Auch die Frage, ob das Privat- und Familienleben in einem Zeitpunkt entstand, in dem sich die Beteiligten ihres unsicheren Aufenthaltsstatus bewusst waren - was bei einem bloß vorläufigen Aufenthaltsrecht während des Asylverfahrens jedenfalls als gegeben angenommen werden kann - ist bei der Abwägung in Betracht zu ziehen www.ris.bka.gv.at Seite 72 von 77 Bundesverwaltungsgericht 08.11.2019

(EGMR U 24.11.1998, Mitchell gegen Vereinigtes Königreich, Nr. 40.447/98; U 05.09.2000, Solomon gegen die Niederlande, Nr. 44.328/98; 31.1.2006, U 31.01.2006, Rodrigues da Silva und Hoogkamer gegen die Niederlande, Nr. 50435/99).

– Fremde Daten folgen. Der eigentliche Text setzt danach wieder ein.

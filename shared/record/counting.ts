import type { ChecklistDefinition, ChecklistField } from '../schemas/checklist'
import type { RunProgress } from '../types/run'

export type FieldPlace = { field: ChecklistField; stepId: string; sectionId: string }

/** Where each field of a checklist version lives (its step and section), in checklist order. */
export function fieldPlaces(definition: ChecklistDefinition): Map<string, FieldPlace> {
  const places = new Map<string, FieldPlace>()
  for (const section of definition.sections) {
    for (const step of section.steps) for (const field of step.fields) places.set(field.id, { field, stepId: step.id, sectionId: section.id })
  }
  return places
}

/** The little of a reading that counting needs: its verdict and whether it was marked not applicable. */
export interface CountedReading {
  fieldId: string
  verdict: string
  notApplicable: boolean
}

/** Counts by verdict over the fields that count: not-applicable ones (field or step) apart. */
export function progressOf(definition: ChecklistDefinition, readings: Iterable<CountedReading>, naSteps: ReadonlySet<string>): RunProgress {
  const places = fieldPlaces(definition)
  const p: RunProgress = { required: 0, answered: 0, pass: 0, marginal: 0, fail: 0, incomplete: 0, notApplicable: 0 }
  for (const r of readings) {
    const place = places.get(r.fieldId)
    if (!place) continue
    if (r.notApplicable || naSteps.has(place.stepId)) {
      p.notApplicable += 1
      continue
    }
    const required = place.field.required !== false
    if (r.verdict === 'incomplete') {
      if (required) {
        p.required += 1
        p.incomplete += 1
      }
      continue
    }
    if (required) {
      p.required += 1
      p.answered += 1
    }
    p[r.verdict as 'pass' | 'marginal' | 'fail'] += 1
  }
  return p
}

Bereits vor Inkrafttreten des nunmehrigen § 9 Abs. 2 BFA-VG entwickelten die Gerichtshöfe des öffentlichen Rechts in den Erkenntnissen VfSlg. 18.224/2007 und VwGH 17.12.2007, Zl. 2006/01/0216 unter ausdrücklichen Bezug auf die Judikatur des EGMR nachstehende Leitlinien, welche im Rahmen der Interessensabwägung gem. Art. 8 Abs. 2 EMRK zu berücksichtigen sind. Nach der mittlerweile ständigen Rechtsprechung des Verwaltungsgerichtshofs ist bei der Beurteilung, ob im Falle der Erlassung einer Rückkehrentscheidung in das durch Art. 8 MRK geschützte Privat- und Familienleben des oder der Fremden eingegriffen wird, ist eine gewichtende Abwägung des öffentlichen Interesses an einer Aufenthaltsbeendigung mit den gegenläufigen privaten und familiären Interessen in Form einer Gesamtbetrachtung vorzunehmen, die auf alle Umstände des Einzelfalls Bedacht nimmt (VwGH 28.04.2014, Ra 2014/18/0146-0149, mwN). Maßgeblich sind dabei die Aufenthaltsdauer, das tatsächliche Bestehen eines Familienlebens und dessen Intensität sowie die Schutzwürdigkeit des Privatlebens, weiters der Grad der Integration des Fremden, der sich in intensiven Bindungen zu Verwandten und Freunden, der Selbsterhaltungsfähigkeit, der Schulausbildung, der Berufsausbildung, der Teilnahme am sozialen Leben, der Beschäftigung und ähnlichen Umständen manifestiert sowie die Bindungen zum Heimatstaat (VwGH 13.06.2016, Ra 2015/01/0255). Ferner sind nach der eingangs zitieren Rechtsprechung des Europäischen Gerichtshofs für Menschenrechte sowie dies Verfassungsgerichtshofs die strafgerichtliche Unbescholtenheit aber auch Verstöße gegen das Einwanderungsrecht sowie Erfordernisse der öffentlichen Ordnung und schließlich die Frage, ob das Privat- und Familienleben in einem Zeitpunkt entstand, in dem sich die Beteiligten ihres unsicheren Aufenthaltsstatus bewusst waren, bei der Abwägung in Betracht zu ziehen.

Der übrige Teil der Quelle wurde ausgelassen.